Culture secretary Lucy Frazer set out her vision for the U.K.’s creative industries on Thursday morning, which included a plan to boost the creative sector’s gross added vale by £50 billion and create a million more jobs by 2030.

“Our creative industries are world class,” Frazer said. “We are in the golden age of the silver screen. We rival any country in the world at sound and visual effects, and are on track to double U.K. film stage space by 2025.”

Frazer, who was speaking at the Deloitte and Enders Media and Telecoms conference in London, added: “The world over, there is demand for high-end British productions not just because of our fantastic actors and our great locations, but because of our tech know-how and production skills. The imagination of our designers, our producers, our content creators, our writers and artists is spearheading growth right across our economy.”

“I have zero doubt that we in Government can do more tangible things to support our creatives. But we cannot simply copy and paste the formula for that past success. We face increasing global competition and we cannot afford to be complacent.

She also set out the need to build a “pipeline of creative talent.”

“Over the next few months we will be identifying how we can go further. First, growing these sectors by promoting skills from primary school children to those returning to the workforce. Whether that is in music at school or extracurricular activities, and working with the creative sector on maximising the opportunities of bootcamps and apprenticeships.

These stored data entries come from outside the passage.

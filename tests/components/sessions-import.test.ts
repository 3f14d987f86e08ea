// The sessions page's import names a wrong file as soon as it is chosen, before any mapping is
// picked; a right file still needs the mapping to replay it with, and is then sent as it is.
import { afterEach, describe, expect, it, vi } from 'vitest';
import { render, screen } from '@testing-library/svelte';
import userEvent from '@testing-library/user-event';
import ImportSession from '$lib/components/sessions/ImportSession.svelte';
import { demoMapping } from '$lib/engine/demo';
import { sessionFromEvents } from '$lib/engine/session';

const mappings = [{ id: 'm1', name: 'Two-deck pad set' }];
const json = (name: string, value: unknown) => new File([JSON.stringify(value)], name, { type: 'application/json' });
const take = sessionFromEvents([{ t: 0, input: 'pad-1', type: 'press' }], 124);

afterEach(() => vi.unstubAllGlobals());

function setUp() {
	const fetch = vi.fn(async () => new Response(JSON.stringify({ id: 's1' }), { status: 201 }));
	vi.stubGlobal('fetch', fetch);
	const onImported = vi.fn();
	render(ImportSession, { mappings, onImported });
	const user = userEvent.setup();
	const choose = (file: File) => user.upload(screen.getByTestId('import-session'), file);
	const error = () => screen.queryByTestId('import-session-error');
	return { fetch, onImported, user, choose, error };
}

describe('ImportSession', () => {
	it('says a mapping file is a mapping file as soon as it is chosen, with no mapping picked', async () => {
		const { choose, error, fetch } = setUp();
		await choose(json('show.json', demoMapping('two-deck')));
		await vi.waitFor(() =>
			expect(error()).toHaveTextContent(
				'show.json is a mapping file, not a session. Import it on the Mappings page. Nothing was saved.'
			)
		);
		expect(fetch).not.toHaveBeenCalled();
	});

	it('names a damaged file at once too', async () => {
		const { choose, error } = setUp();
		await choose(new File(['{"events": ['], 'cut.json', { type: 'application/json' }));
		await vi.waitFor(() => expect(error()).toHaveTextContent('cut.json is a JSON file that is cut short or damaged'));
	});

	it('asks for the mapping when a session file is chosen first, then sends it once one is picked', async () => {
		const { choose, error, fetch, user, onImported } = setUp();
		await choose(json('friday.session.json', take));
		await vi.waitFor(() => expect(error()).toHaveTextContent('Choose the mapping to replay the session with first.'));
		expect(fetch).not.toHaveBeenCalled();

		await user.selectOptions(screen.getByTestId('import-session-mapping'), 'm1');
		await choose(json('friday.session.json', take));
		await vi.waitFor(() => expect(onImported).toHaveBeenCalledWith('s1'));
		expect(error()).toBeNull();
		const [path, init] = fetch.mock.calls[0] as unknown as [string, RequestInit];
		expect(path).toBe('/api/sessions');
		expect(JSON.parse(init.body as string)).toEqual({ mappingId: 'm1', name: 'friday', session: take });
	});
});
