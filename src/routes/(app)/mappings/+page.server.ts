import { db } from '$lib/server/db';
import { listMappings } from '$lib/server/mappings';
import { requireArea } from '$lib/server/roles';
import type { PageServerLoad } from './$types';

export const load: PageServerLoad = async ({ locals }) => {
	const user = requireArea(locals, 'app');
	return { mappings: await listMappings(db, user.id) };
};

“Secondly we want to harness talent in clusters across the U.K. and support cannot be at the expense of London or detract from those places that are already thriving. It needs to build on what we have already seen across the country. Whether that’s video games in Dundee and Leamington Spa, or TV in Birmingham and Leeds.

“And thirdly, targeting specific support at different sub sectors, to unlock growth across the U.K.”

Frazer is the eleventh culture secretary in the space of ten years, having been appointed to the role by Prime Minister Rishi Sunak in February. Her comments come as the television industry is facing an “unprecedented” lack of jobs, with the situation so precarious crew union Bectu has called it an “emergency.”